PROBLEM TO WORK ON:
Please filter the listing for the string "info" and copy each matching line.

RECORDS FOR PROCESSING:
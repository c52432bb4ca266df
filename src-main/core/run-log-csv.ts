// Reading a telemetry CSV: the header names each column's quantity and (in brackets, after an
// underscore or a space) its unit; a person confirms or changes that in the column-mapping
// step. Rows are read strictly: a cell that is not a number, an empty cell in a used column, or
// time that goes backwards is reported with its line number, never guessed. Pure.

import { LOG_QUANTITIES, SAMPLE_KEYS, type LogQuantity, type LogSamples } from './run-log';

/** The units each quantity may be given in, and how each converts to the stored unit (s, V, A, rpm, °C, %). */
export const LOG_UNITS: Readonly<Record<LogQuantity, Readonly<Record<string, (x: number) => number>>>> = {
  time: { s: (x) => x, ms: (x) => x / 1000, us: (x) => x / 1e6, µs: (x) => x / 1e6, min: (x) => x * 60 },
  voltage: { V: (x) => x, mV: (x) => x / 1000 },
  current: { A: (x) => x, mA: (x) => x / 1000 },
  rpm: { rpm: (x) => x },
  // Exact conversions (NIST SP 811): °F → °C is (x − 32) × 5/9, K → °C is x − 273.15.
  temperature: { '°C': (x) => x, '°F': (x) => ((x - 32) * 5) / 9, K: (x) => x - 273.15 },
  throttle: { '%': (x) => x },
};

/** The unit a quantity is stored in. */
export const STORED_UNIT: Readonly<Record<LogQuantity, string>> = { time: 's', voltage: 'V', current: 'A', rpm: 'rpm', temperature: '°C', throttle: '%' };

export const QUANTITY_LABELS: Readonly<Record<LogQuantity, string>> = { time: 'Time', voltage: 'Voltage', current: 'Current', rpm: 'Motor rpm', temperature: 'Temperature', throttle: 'Throttle' };

// Header words per quantity, lower case, spaces and underscores folded to one space. Where a
// word carries its own unit ("amps", "volts", "rpm"), the unit is read from it.
const NAMES: Readonly<Record<LogQuantity, readonly string[]>> = {
  time: ['time', 't', 'timestamp', 'elapsed', 'elapsed time', 'seconds', 'secs', 'sec', 'millis', 'ms'],
  voltage: ['voltage', 'volt', 'volts', 'v', 'vbat', 'v bat', 'battery voltage', 'pack voltage', 'battery', 'input voltage', 'u', 'bat voltage'],
  current: ['current', 'amps', 'amp', 'i', 'ibat', 'i bat', 'battery current', 'pack current', 'input current', 'bat current'],
  rpm: ['rpm', 'motor rpm', 'speed rpm', 'motor speed', 'revs'],
  temperature: ['temperature', 'temp', 'esc temp', 'esc temperature', 'motor temp', 'motor temperature', 'pack temp', 'battery temp', 'fet temp'],
  throttle: ['throttle', 'thr', 'throttle in', 'throttle input', 'power'],
};

const IMPLIED_UNIT: Readonly<Record<string, string>> = { volts: 'V', volt: 'V', amps: 'A', amp: 'A', rpm: 'rpm', 'motor rpm': 'rpm', 'speed rpm': 'rpm', revs: 'rpm', seconds: 's', secs: 's', sec: 's', millis: 'ms', ms: 'ms' };

// Unit spellings as headers write them, mapped to the units above.
const UNIT_SPELLINGS: Readonly<Record<string, string>> = {
  s: 's',
  sec: 's',
  secs: 's',
  seconds: 's',
  ms: 'ms',
  msec: 'ms',
  millis: 'ms',
  us: 'us',
  µs: 'µs',
  μs: 'µs',
  min: 'min',
  v: 'V',
  volt: 'V',
  volts: 'V',
  mv: 'mV',
  a: 'A',
  amp: 'A',
  amps: 'A',
  ma: 'mA',
  rpm: 'rpm',
  '1/min': 'rpm',
  c: '°C',
  '°c': '°C',
  degc: '°C',
  'deg c': '°C',
  celsius: '°C',
  '°f': '°F',
  f: '°F',
  degf: '°F',
  fahrenheit: '°F',
  k: 'K',
  kelvin: 'K',
  '%': '%',
  pct: '%',
  percent: '%',
};

export interface ColumnGuess {
  index: number;
  /** The header cell as written. */
  header: string;
  quantity: LogQuantity | null;
  /** A unit of LOG_UNITS[quantity]; null where the header gives none Rigbook reads. */
  unit: string | null;
  /** The unit text the header gave, as written (for a message when it is unknown). */
  unitText: string | null;
  /** Why the column cannot be used as it stands (unknown unit, no unit); null when it can. */
  problem: string | null;
}

/** One column's use, as the mapping step settles it. */
export interface ColumnUse {
  column: number;
  quantity: LogQuantity;
  unit: string;
}

const fold = (s: string): string =>
  s
    .toLowerCase()
    .replace(/[_\s]+/g, ' ')
    .trim();

/** "Current (A)", "Current [A]", "current_a", "Current A", "I" → name and unit text. */
export function splitHeader(header: string): { name: string; unitText: string | null } {
  const h = header.trim();
  const bracket = /^(.*?)\s*[([{]\s*([^)\]}]*)\s*[)\]}]\s*$/.exec(h);
  if (bracket) return { name: fold(bracket[1] ?? ''), unitText: (bracket[2] ?? '').trim() || null };
  const folded = fold(h);
  for (const quantity of LOG_QUANTITIES) if (NAMES[quantity].includes(folded)) return { name: folded, unitText: null };
  // A trailing word that is a unit: "current a", "time ms", "temp c".
  const last = folded.lastIndexOf(' ');
  if (last > 0) {
    const tail =
      h
        .replace(/[_\s]+/g, ' ')
        .trim()
        .split(' ')
        .at(-1) ?? '';
    if (Object.hasOwn(UNIT_SPELLINGS, tail.toLowerCase())) return { name: folded.slice(0, last), unitText: tail };
  }
  return { name: folded, unitText: null };
}

function unitOf(quantity: LogQuantity, unitText: string): string | null {
  const spelled = UNIT_SPELLINGS[unitText.toLowerCase()] ?? unitText;
  return Object.hasOwn(LOG_UNITS[quantity], spelled) ? spelled : null;
}

/** What each header column is taken to be, before the person confirms it. */
export function guessColumns(headers: readonly string[]): ColumnGuess[] {
  const taken = new Set<LogQuantity>();
  return headers.map((header, index) => {
    const { name, unitText } = splitHeader(header);
    const quantity = LOG_QUANTITIES.find((q) => NAMES[q].includes(name)) ?? null;
    if (quantity === null || taken.has(quantity)) return { index, header, quantity: null, unit: null, unitText, problem: null };
    taken.add(quantity);
    const text = unitText ?? IMPLIED_UNIT[name] ?? (quantity === 'rpm' ? 'rpm' : quantity === 'throttle' ? '%' : null);
    if (text === null) return { index, header, quantity, unit: null, unitText, problem: `no unit in the header; choose one (${Object.keys(LOG_UNITS[quantity]).join(', ')})` };
    const unit = unitOf(quantity, text);
    if (unit === null) return { index, header, quantity, unit: null, unitText, problem: `unit "${text}" is not one Rigbook reads for ${QUANTITY_LABELS[quantity].toLowerCase()} (${Object.keys(LOG_UNITS[quantity]).join(', ')})` };
    return { index, header, quantity, unit, unitText, problem: null };
  });
}

/** The field separator: whichever of comma, semicolon and tab splits the header into the most cells. */
export function detectDelimiter(headerLine: string): ',' | ';' | '\t' {
  let best: ',' | ';' | '\t' = ',';
  let most = 0;
  for (const d of [',', ';', '\t'] as const) {
    const n = splitLine(headerLine, d).length;
    if (n > most) {
      most = n;
      best = d;
    }
  }
  return best;
}

/** One line's cells; double quotes enclose a cell that holds the separator ("" is a quote). */
export function splitLine(line: string, delimiter: string): string[] {
  if (!line.includes('"')) return line.split(delimiter);
  const cells: string[] = [];
  let cell = '';
  let quoted = false;
  for (let k = 0; k < line.length; k++) {
    const ch = line[k];
    if (quoted) {
      if (ch === '"' && line[k + 1] === '"') {
        cell += '"';
        k++;
      } else if (ch === '"') quoted = false;
      else cell += ch;
    } else if (ch === '"') quoted = true;
    else if (ch === delimiter) {
      cells.push(cell);
      cell = '';
    } else cell += ch;
  }
  cells.push(cell);
  return cells;
}

const NUMBER = /^[+-]?(\d+\.?\d*|\.\d+)([eE][+-]?\d+)?$/;

/** A cell as a number, or null where it is not one; with a decimal comma (semicolon or tab files) "3,7" reads 3.7. */
export function readNumber(cell: string, decimalComma: boolean): number | null {
  let s = cell.trim();
  if (decimalComma) s = s.replace(',', '.');
  if (!NUMBER.test(s)) return null;
  const x = Number(s);
  return Number.isFinite(x) ? x : null;
}

export interface LogRowProblem {
  /** Line of the file, counting the header as line 1. */
  line: number;
  message: string;
}

/** The refusal of a whole log: every problem found, the first few listed by line. */
export interface LogReadState {
  samples: { [K in keyof LogSamples]-?: number[] };
  problems: LogRowProblem[];
  /** Problems beyond the ones kept in the list. */
  moreProblems: number;
  lastTime: number | null;
  /** Non-blank lines read, and per used column how many of them had it empty (a column empty on every line is reported once). */
  dataRows: number;
  emptyCells: Map<number, number>;
}

export const LISTED_PROBLEMS = 20;

export function startReading(): LogReadState {
  return { samples: { timeS: [], voltageV: [], currentA: [], rpm: [], temperatureC: [], throttlePct: [] }, problems: [], moreProblems: 0, lastTime: null, dataRows: 0, emptyCells: new Map() };
}

function report(state: LogReadState, line: number, message: string): void {
  if (state.problems.length < LISTED_PROBLEMS) state.problems.push({ line, message });
  else state.moreProblems++;
}

/**
 * Reads lines [from, to) of the file (0-based indices into `lines`, the header being line 0)
 * into the state, by the mapping. Blank lines are skipped; every other line must give a number
 * in every used column, with time never going backwards.
 */
export function readRows(state: LogReadState, lines: readonly string[], from: number, to: number, uses: readonly ColumnUse[], headers: readonly string[], delimiter: string): void {
  const decimalComma = delimiter !== ',';
  const convert = uses.map((u) => LOG_UNITS[u.quantity][u.unit] ?? ((x: number) => x));
  for (let k = from; k < to; k++) {
    const raw = lines[k] ?? '';
    if (raw.trim() === '') continue;
    const line = k + 1;
    state.dataRows++;
    const cells = splitLine(raw.endsWith('\r') ? raw.slice(0, -1) : raw, delimiter);
    const values: number[] = [];
    let bad = false;
    for (let u = 0; u < uses.length; u++) {
      const use = uses[u]!;
      const cell = cells[use.column];
      const name = headers[use.column] ?? `column ${use.column + 1}`;
      if (cell === undefined || cell.trim() === '') {
        state.emptyCells.set(use.column, (state.emptyCells.get(use.column) ?? 0) + 1);
        report(state, line, `"${name}" is empty`);
        bad = true;
        continue;
      }
      const x = readNumber(cell, decimalComma);
      if (x === null) {
        report(state, line, `"${name}" holds "${cell.trim().slice(0, 40)}", not a number`);
        bad = true;
        continue;
      }
      const value = convert[u]!(x);
      if (use.quantity === 'time') {
        // Judged even where another cell of the row is bad, so the next row is compared with this one.
        if (state.lastTime !== null && value < state.lastTime) {
          report(state, line, `time goes backwards (${value} s after ${state.lastTime} s)`);
          bad = true;
        } else state.lastTime = value;
      }
      values.push(value);
    }
    if (bad) continue;
    uses.forEach((use, u) => state.samples[SAMPLE_KEYS[use.quantity]].push(values[u] ?? 0));
  }
}

/** The samples of the used quantities only. */
export function finishedSamples(state: LogReadState, uses: readonly ColumnUse[]): LogSamples {
  // Columns in one fixed order, whatever the file's: a log exported and read again is the same text.
  const out: LogSamples = { timeS: state.samples.timeS };
  for (const quantity of LOG_QUANTITIES) if (quantity !== 'time' && uses.some((u) => u.quantity === quantity)) out[SAMPLE_KEYS[quantity]] = state.samples[SAMPLE_KEYS[quantity]];
  return out;
}

/** Problems with a mapping as a whole (no time column, a quantity twice, an unknown unit, a column that is not there). */
export function mappingProblems(uses: readonly ColumnUse[], columnCount: number): string[] {
  const out: string[] = [];
  const seen = new Set<LogQuantity>();
  for (const use of uses) {
    if (use.column < 0 || use.column >= columnCount) out.push(`column ${use.column + 1} is not in the file (it has ${columnCount})`);
    if (seen.has(use.quantity)) out.push(`${QUANTITY_LABELS[use.quantity]} is mapped to two columns`);
    seen.add(use.quantity);
    if (!Object.hasOwn(LOG_UNITS[use.quantity], use.unit)) out.push(`unit "${use.unit}" is not one Rigbook reads for ${QUANTITY_LABELS[use.quantity].toLowerCase()} (${Object.keys(LOG_UNITS[use.quantity]).join(', ')})`);
  }
  if (!seen.has('time')) out.push('no column is mapped to time');
  if (!seen.has('current') && !seen.has('voltage') && !seen.has('rpm')) out.push('no column is mapped to current, voltage or rpm');
  return out;
}
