def render_checklist(items: tuple[ChecklistItem, ...]) -> None:
    """The release checklist (from qcnorm.checklist) as one line per question."""
    outcome = checklist_outcome(items)
    lines = []
    for it in items:
        label, fg, bg = STATUS_BADGE[it.status]
        badge = (f"<span style='display:inline-block;min-width:2.6em;text-align:center;font-weight:700;"
                 f"font-size:0.8em;padding:1px 6px;border-radius:4px;color:{fg};background:{bg}'>{label}</span>")
        # detail and rule quote figures, units and names from the record: text, never markup
        lines.append(f"{badge} **{it.name}** — {common.md(it.detail)}  \n"
                     f"<span style='color:#5b6770;font-size:0.85em'>rule: {common.md(it.rule)}</span>")
    with st.container(border=True):
        st.markdown("**Release checklist** (decision support)")
        st.markdown("\n\n".join(lines), unsafe_allow_html=True)
        (st.success if outcome == "all_pass" else st.warning if outcome == "some_fail" else st.info)(
            OUTCOME_TEXT[outcome])


def pdf_section(key: str, identity: tuple, make: Callable[[], tuple[bytes, str]],
                label: str = "Download PDF summary") -> None:
    """"Prepare" then "download": the PDF is built on request (it takes a second or two)."""
    pdf = rs.get("rs_pdf")
    if not (pdf and pdf.get("for") == identity):
        if st.button("Prepare PDF summary", key=f"{key}_make"):
            with st.spinner("Writing the PDF…"):
                out = common.guard(make)
            if out is None:
                return
            data, name = out[0], out[1]
            pdf = {"for": identity, "bytes": data, "name": name}
            rs.put("rs_pdf", pdf)
        else:
            return
    st.download_button(label, data=pdf["bytes"], file_name=pdf["name"], mime="application/pdf",
                       key=f"{key}_download", type="primary")
    st.caption(f"{pdf['name']} · {len(pdf['bytes']) / 1024:,.0f} kB")


def show_flash() -> None:
    msg = rs.pop_flash()
    if msg:
        kind, text = msg
        # the text was built with every user string passed through common.md already
        {"success": st.success, "warning": st.warning}.get(kind, st.info)(text)
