/**
 * The caution wherever probabilistic results appear: the screening caution, then what the
 * probabilistic figures are (seeded, how many realisations, with their Monte Carlo standard error,
 * the distributions being the user's assumptions), then UNCERTAINTY_CAUTION.
 */
export function probabilisticCaution(runs: number, seed: number): string {
  return (
    `${SCREENING_CAUTION} The probabilistic figures come from ${runs} Monte Carlo realisations (Latin hypercube, seed ${seed}: the same case, seed and run count give the same figures), ` +
    `each probability with its Monte Carlo standard error; the distributions are the user’s assumptions, not measurements. ${UNCERTAINTY_CAUTION}`
  );
}

const Q = [0.05, 0.5, 0.95];
function pct(values: Float64Array): Percentiles {
  const [p5, p50, p95] = percentiles(values, Q);
  return { p5, p50, p95 };
}

/**
 * Statistics of the realisations done so far (`block` from joinBlocks or runRealisations starting
 * at 0). A realisation not yet done or refused (NaN) is left out; "never arrives" (Infinity) is
 * counted as such.
 */
export function summariseRun(plan: UncertaintyPlan, block: RealisationBlock, lhs = designOf(plan)): UncertaintyResult {
  const nr = block.receptors;
  const n = block.to - block.from;
  const receptors = plan.prepared.receptors.map((rec: PreparedReceptor, j): ReceptorUncertainty => {
    const idx: number[] = [];
    for (let i = 0; i < n; i++) if (!Number.isNaN(block.peak[i * nr + j])) idx.push(i);
    const m = idx.length;
    const arrival = Float64Array.from(idx, (i) => block.arrival[i * nr + j]);
    const atH = Float64Array.from(idx, (i) => block.atHorizon[i * nr + j]);
    const pk = Float64Array.from(idx, (i) => block.peak[i * nr + j]);
    const exceeds = Uint8Array.from(arrival, (t) => (Number.isFinite(t) ? 1 : 0));
    const k = exceeds.reduce((s, e) => s + e, 0);
    const ex = exceedance(k, m);
    const drivers = plan.inputs
      .map((p, col): Driver => {
        const u = Float64Array.from(idx, (i) => lhs.uniform(block.from + i, col));
        const thirds = thirdsExceedance(u, exceeds);
        return {
          input: p.input,
          label: p.definition.label,
          rankCorrelation: m > 2 ? spearman(u, pk) : 0,
          pExceedLowThird: thirds.low.p,
          pExceedHighThird: thirds.high.p,
          measure: p.definition.measure,
        };
      })
      .concat(headPlaneDrivers(plan, lhs, block.from, idx, pk, exceeds))
      .sort((a, b) => Math.abs(b.rankCorrelation) - Math.abs(a.rankCorrelation));
    return {
      id: rec.id,
      name: rec.name,
      evaluated: m,
      pExceed: ex.p,
      pExceedSE: ex.se,
      pExceedInterval: [ex.low, ex.high],
      arrival: pct(arrival),
      concentrationAtHorizon: pct(atH),
      peak: pct(pk),
      drivers,
    };
  });
  return {
    runs: plan.runs,
    seed: plan.seed,
    done: block.evaluated,
    refusedCount: block.refusedCount,
    refusals: block.refusals,
    solution: plan.prepared.model.solution,
    inputs: plan.inputs.map((p) => ({ input: p.input, label: p.definition.label, unit: p.unit, distribution: p.distribution })),
    headPlane: plan.headPlane,
    receptors,
    caution: probabilisticCaution(plan.runs, plan.seed),
  };
}

/** Drivers for the head-fit gradient and direction: rank correlation and thirds by their sampled values. */
function headPlaneDrivers(plan: UncertaintyPlan, lhs: LatinHypercube, from: number, idx: number[], pk: Float64Array, exceeds: Uint8Array): Driver[] {
  if (!plan.headPlane || idx.length < 3) return [];
  const values = idx.map((i) => realisationValues(plan, lhs, from + i));
  return (['gradient', 'flowDirection'] as const).map((input) => {
    const x = Float64Array.from(values, (v) => v[input]!);
    const r = ranks(x);
    const thirds = thirdsExceedance(Float64Array.from(r, (q) => (q - 0.5) / r.length), exceeds);
    return {
      input,
      label: HEAD_FIT_DRIVERS[input].label,
      rankCorrelation: spearman(x, pk),
      pExceedLowThird: thirds.low.p,
      pExceedHighThird: thirds.high.p,
      measure: HEAD_FIT_DRIVERS[input].measure,
    };
  });
}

YOUR RESPONSE:
        (st.success if outcome == "all_pass" else st.warning if outcome == "some_fail" else st.info)(
        {"success": st.success, "warning": st.warning}.get(kind, st.info)(text)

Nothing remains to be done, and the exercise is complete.